10. La victime peut-elle mettre seule son appareil orthopédique ? (le cas échéant) ».
La jurisprudence de la Cour de cassation retient que l’invalide doit être, pour obtenir la majoration pour tierce personne, dans l’impossibilité d’accomplir lui-même les actes ordinaires de la vie courante (Cass. 2e civ., 13 mars 2014, nº 13-14.420) ou du moins une très grande majorité d’entre eux (Soc., 7 décembre 2000, pourvoi nº98-21.375).
En l’espèce, le docteur [Z] dans ses conclusions expertales se réfère au rapport d’expertise du docteur [U], et relève que M. [K] [Q] [A] :
« A besoin d’une assistance au quotidien importante : 4h par jour pour compenser la lenteur exécutive, la grande fatigabilité et sa disponibilité psychique, y compris pour les actes de la vie domestique, plus 1h30 par semaine pour les déplacements et les activités non routinières, et 1h30 par semaine pour les tâches administratives. Les autres besoins évoqués ne correspondent pas directement aux actes ordinaires de la vie quotidienne, il s’agit de l’aide saisonnière pour le jardinage et l’aide à la parentalité. ».
L’expert conclut que « cette évaluation bien documentée, suggère donc que M. [K] [Q] [A] se trouve bien dans l’obligation d’avoir recours à l’assistance d’une tierce personne pour effectuer les actes ordinaires de la vie selon les termes de l’article L341-4 du code de la sécurité sociale, de sorte qu’il relève légitimement du classement dans la catégorie 3 des invalides. ».
Or, le rapport du docteur [U] comprend le déroulé d’une journée type de M. [K] [Q] [A], duquel il apparait :
qu’il se réveille spontanément, prend sa douche et s’installe sur le canapé et regarde la télévision, son épouse pendant ce temps s’occupe des tâches ménagères et des enfants,qu’il conduit,que son épouse lui prépare les vêtements, car il se négligerait, mais ne confond pas les vêtements des différentes saisons,que son épouse prépare à manger mais qu’il sait faire les frites et n’oublierait pas la cuisinière allumée,qu’il reste au domicile pendant que son épouse travaille,et que le soir son épouse prépare à manger.

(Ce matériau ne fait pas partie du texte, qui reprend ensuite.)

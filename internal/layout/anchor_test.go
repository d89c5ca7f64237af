package layout

import (
	"math"
	"strings"
	"testing"
)

// TestAnchor decodes the optional geographic anchor (issue 10 item 16):
// without it the request has none; with it, the angles in degrees; a
// missing or out-of-range value is an error at its line and key.
func TestAnchor(t *testing.T) {
	base := string(Starter())
	req, _, err := Decode("starter.yaml", []byte(base))
	if err != nil || req.Anchor != nil {
		t.Fatalf("no anchor: got %v, %v; want nil, nil", req.Anchor, err)
	}
	for _, tt := range []struct {
		name, yaml, err string
	}{
		{"good", "anchor: {latitude: 52.0712, longitude: -1.0213 deg, bearing_of_x: 90 deg}\n", ""},
		{"missing bearing", "anchor:\n  latitude: 52\n  longitude: -1\n", "bearing_of_x: missing"},
		{"latitude too far north", "anchor: {latitude: 89.5, longitude: 3, bearing_of_x: 0}\n", ".latitude: 89.5° is out of range"},
		{"longitude a length", "anchor: {latitude: 10, longitude: 3 m, bearing_of_x: 0}\n", "anchor.longitude"},
	} {
		t.Run(tt.name, func(t *testing.T) {
			req, _, err := Decode("a.yaml", []byte(base+tt.yaml))
			if tt.err != "" {
				if err == nil || !strings.Contains(err.Error(), tt.err) || !strings.Contains(err.Error(), "a.yaml:") {
					t.Fatalf("got %v, want an error with a line and %q", err, tt.err)
				}
				return
			}
			if err != nil {
				t.Fatal(err)
			}
			a := req.Anchor
			if a == nil || math.Abs(a.Latitude*180/math.Pi-52.0712) > 1e-12 || math.Abs(a.Longitude*180/math.Pi+1.0213) > 1e-12 || math.Abs(a.BearingX-math.Pi/2) > 1e-12 {
				t.Errorf("got %+v, want 52.0712°, -1.0213°, 90°", a)
			}
		})
	}
}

De cette description et des conclusions du docteur [Z], il apparait que M. [K] [Q] [A] :
peut se lever et se coucher seul, puisqu’il se réveille spontanément et prend sa douche, ce qui exclut toute difficulté pour se lever et donc se coucher,peut s’asseoir et se lever seul d’un siège, puisqu’il s’installe sur le canapé pour regarder la télévision, peut se déplacer seul dans le logement, y restant seul pendant la journée,peut se vêtir et se dévêtir seul , puisque c’est uniquement le choix des vêtements qui est effectué par son épouse,peut manger et boire seul, aucune aide n’étant mentionnée, son épouse préparant les repas, étant observé qu’il semble pouvoir les réaliser.
Les rapports des docteurs [U] et [Z] ne font mention par ailleurs d’aucune difficulté spécifique pour assurer ses besoins naturels et se relever en cas de chute, les questions 4 et 10 étant sans objet dans le cas de M. [K] [Q] [A].
Il apparait donc, sans remettre en question le besoin d’assistance tierce personne, que M. [K] [Q] [A] n’est pas dans l’impossibilité absolue d’accomplir les actes mentionnés à l’article D434-2 du code de la sécurité sociale.
En conséquence, il y a lieu de rejeter le recours de M. [K] [Q] [A] et de déclarer bien fondée la décision de la CRAMIF en date du 18 octobre 2022 qui a placé le requérant en invalidité 2ème catégorie.
Sur les demandes accessoires
Aux termes de l’article 696 du code de procédure civile, la partie perdante est condamnée aux dépens, à moins que le juge, par décision motivée, n’en mette la totalité ou une fraction à la charge d’une autre partie.
[K] [Q] [A], partie perdante, est condamné aux éventuels dépens et sera également débouté de sa demande sur le fondement de l’article 700 du code de procédure civile.
PAR CES MOTIFS
Le tribunal, statuant publiquement, par mise à disposition au greffe, par jugement contradictoire et en premier ressort,
DEBOUTE [K] [Q] [A] de toutes ses demandes,
DECLARE bien fondée la décision de la caisse régionale d’assurance maladie d’Île-de-France en date du 18 octobre 2022 qui a placé le requérant en invalidité 2ème catégorie,
CONDAMNE [K] [Q] [A] aux éventuels dépens,
DIT que tout appel de la présente décision doit, à peine de forclusion, être interjeté dans le mois de la réception de la notification de la présente décision.